- BRIEF
What is the number of lines below that contain the string "stopped"? Give it and nothing else.

- EXERCISE INPUT
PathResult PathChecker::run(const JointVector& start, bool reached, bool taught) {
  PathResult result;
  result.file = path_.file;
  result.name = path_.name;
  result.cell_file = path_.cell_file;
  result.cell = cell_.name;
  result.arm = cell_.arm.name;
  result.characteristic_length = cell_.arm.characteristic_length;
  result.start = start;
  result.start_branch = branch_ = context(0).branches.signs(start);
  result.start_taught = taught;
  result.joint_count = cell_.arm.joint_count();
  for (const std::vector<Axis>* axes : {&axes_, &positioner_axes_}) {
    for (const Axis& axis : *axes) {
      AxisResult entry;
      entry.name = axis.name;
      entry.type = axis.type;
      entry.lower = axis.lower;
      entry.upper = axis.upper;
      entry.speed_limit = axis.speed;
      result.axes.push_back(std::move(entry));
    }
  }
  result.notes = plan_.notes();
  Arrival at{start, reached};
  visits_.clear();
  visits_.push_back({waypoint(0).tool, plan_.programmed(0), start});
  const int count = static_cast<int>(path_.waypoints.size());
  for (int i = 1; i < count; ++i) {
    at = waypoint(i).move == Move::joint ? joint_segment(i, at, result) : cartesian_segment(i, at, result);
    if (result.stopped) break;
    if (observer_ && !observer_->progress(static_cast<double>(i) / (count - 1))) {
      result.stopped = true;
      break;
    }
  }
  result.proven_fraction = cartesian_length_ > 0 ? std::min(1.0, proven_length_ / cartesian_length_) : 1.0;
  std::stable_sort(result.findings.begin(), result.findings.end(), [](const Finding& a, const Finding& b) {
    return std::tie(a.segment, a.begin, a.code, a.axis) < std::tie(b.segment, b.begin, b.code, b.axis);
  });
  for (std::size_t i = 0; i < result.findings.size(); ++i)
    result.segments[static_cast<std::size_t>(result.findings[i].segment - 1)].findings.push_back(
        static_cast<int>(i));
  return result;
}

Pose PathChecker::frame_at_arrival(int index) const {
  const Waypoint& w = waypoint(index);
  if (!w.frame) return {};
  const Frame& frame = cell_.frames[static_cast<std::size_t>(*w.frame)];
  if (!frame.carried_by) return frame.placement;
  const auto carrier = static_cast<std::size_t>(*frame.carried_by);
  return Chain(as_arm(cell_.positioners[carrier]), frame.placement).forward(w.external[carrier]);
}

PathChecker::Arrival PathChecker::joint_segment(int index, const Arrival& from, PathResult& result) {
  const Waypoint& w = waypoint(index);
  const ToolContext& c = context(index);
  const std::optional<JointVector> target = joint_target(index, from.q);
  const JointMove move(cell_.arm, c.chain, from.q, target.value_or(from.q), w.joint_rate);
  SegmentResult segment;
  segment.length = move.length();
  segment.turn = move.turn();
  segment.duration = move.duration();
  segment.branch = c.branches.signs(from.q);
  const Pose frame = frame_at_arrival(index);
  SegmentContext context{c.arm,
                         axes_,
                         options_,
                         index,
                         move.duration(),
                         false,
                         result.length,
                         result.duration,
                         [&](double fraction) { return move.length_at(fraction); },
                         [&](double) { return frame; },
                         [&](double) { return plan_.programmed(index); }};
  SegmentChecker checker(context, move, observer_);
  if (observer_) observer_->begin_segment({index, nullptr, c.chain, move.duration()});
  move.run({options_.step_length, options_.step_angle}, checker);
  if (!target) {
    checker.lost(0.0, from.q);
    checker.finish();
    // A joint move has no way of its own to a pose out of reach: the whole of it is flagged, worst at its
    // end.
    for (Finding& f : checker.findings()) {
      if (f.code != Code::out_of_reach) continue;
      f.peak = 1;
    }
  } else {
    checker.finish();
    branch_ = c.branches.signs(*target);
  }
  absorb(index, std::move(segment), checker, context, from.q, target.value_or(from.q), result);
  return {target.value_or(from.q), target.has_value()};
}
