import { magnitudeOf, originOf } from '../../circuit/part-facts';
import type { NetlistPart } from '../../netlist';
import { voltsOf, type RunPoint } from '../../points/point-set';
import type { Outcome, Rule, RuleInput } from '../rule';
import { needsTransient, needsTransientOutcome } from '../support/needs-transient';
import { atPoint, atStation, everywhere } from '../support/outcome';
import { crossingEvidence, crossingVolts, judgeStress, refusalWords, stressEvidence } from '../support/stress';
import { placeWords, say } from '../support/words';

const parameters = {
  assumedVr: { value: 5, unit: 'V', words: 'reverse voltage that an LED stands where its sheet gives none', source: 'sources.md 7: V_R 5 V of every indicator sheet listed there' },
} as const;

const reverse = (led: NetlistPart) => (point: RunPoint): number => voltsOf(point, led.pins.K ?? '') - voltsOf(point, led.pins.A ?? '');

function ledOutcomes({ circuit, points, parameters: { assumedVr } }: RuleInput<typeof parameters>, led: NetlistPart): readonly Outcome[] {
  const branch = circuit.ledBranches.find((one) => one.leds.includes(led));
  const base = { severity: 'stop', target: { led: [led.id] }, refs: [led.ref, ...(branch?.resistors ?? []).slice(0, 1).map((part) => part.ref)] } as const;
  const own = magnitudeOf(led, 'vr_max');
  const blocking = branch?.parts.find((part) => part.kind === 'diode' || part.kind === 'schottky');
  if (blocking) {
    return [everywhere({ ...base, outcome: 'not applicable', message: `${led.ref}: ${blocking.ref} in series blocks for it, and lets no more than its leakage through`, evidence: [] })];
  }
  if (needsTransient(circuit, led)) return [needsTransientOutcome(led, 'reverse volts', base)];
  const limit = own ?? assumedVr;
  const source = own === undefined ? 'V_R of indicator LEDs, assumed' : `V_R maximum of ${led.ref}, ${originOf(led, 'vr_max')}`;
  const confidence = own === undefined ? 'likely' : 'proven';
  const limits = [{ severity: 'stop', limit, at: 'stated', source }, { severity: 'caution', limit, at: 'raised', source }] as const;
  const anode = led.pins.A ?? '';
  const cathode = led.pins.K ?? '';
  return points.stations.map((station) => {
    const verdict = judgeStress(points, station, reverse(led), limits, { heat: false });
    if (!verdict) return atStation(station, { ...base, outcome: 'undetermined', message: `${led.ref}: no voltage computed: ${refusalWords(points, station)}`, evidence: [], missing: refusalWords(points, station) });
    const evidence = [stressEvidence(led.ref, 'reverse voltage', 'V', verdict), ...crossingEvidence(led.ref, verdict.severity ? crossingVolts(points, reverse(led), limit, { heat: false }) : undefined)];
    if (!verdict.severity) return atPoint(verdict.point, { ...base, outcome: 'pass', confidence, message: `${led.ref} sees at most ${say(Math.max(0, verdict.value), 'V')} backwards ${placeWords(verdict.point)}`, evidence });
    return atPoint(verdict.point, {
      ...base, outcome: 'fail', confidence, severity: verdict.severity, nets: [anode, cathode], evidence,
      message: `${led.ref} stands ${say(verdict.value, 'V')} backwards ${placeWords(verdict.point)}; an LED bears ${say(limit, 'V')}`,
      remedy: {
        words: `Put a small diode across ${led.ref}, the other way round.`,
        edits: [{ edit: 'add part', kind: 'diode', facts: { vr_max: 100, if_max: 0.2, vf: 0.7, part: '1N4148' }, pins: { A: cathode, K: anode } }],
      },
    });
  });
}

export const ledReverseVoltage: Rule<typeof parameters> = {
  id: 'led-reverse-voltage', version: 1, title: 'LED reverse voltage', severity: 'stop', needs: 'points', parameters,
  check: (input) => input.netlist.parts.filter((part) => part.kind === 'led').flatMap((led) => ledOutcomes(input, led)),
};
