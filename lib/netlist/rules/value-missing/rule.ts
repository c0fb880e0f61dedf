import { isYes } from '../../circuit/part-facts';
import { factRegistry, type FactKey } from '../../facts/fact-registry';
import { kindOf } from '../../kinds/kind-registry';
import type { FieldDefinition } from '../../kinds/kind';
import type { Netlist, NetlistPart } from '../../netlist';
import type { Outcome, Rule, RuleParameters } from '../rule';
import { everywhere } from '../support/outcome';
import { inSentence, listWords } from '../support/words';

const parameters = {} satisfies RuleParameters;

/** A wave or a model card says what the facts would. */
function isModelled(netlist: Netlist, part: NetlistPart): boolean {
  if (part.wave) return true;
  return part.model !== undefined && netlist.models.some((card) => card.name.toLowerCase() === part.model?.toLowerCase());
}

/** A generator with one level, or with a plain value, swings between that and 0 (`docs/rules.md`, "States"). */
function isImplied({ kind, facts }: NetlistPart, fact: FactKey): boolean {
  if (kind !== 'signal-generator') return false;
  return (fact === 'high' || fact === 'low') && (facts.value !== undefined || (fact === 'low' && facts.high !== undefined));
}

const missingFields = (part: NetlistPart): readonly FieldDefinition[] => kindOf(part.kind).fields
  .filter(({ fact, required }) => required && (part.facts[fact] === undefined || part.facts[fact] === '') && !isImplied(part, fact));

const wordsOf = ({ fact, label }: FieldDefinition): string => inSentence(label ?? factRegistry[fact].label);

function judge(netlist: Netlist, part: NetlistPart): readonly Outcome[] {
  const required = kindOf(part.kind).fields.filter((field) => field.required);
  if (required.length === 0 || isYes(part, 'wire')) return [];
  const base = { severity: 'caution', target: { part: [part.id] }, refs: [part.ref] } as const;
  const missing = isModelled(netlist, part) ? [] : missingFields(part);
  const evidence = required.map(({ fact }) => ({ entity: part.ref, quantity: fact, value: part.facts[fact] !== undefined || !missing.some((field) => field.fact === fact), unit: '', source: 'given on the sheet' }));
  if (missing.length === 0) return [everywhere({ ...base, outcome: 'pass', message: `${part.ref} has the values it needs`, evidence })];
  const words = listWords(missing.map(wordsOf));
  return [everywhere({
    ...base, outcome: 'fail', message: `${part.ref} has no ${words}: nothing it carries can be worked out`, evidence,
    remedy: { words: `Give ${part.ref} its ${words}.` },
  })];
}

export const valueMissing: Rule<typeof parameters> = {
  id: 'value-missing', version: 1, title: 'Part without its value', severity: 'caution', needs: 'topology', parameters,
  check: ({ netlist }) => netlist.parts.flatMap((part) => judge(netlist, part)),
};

- RESULT OF THE EXERCISE
2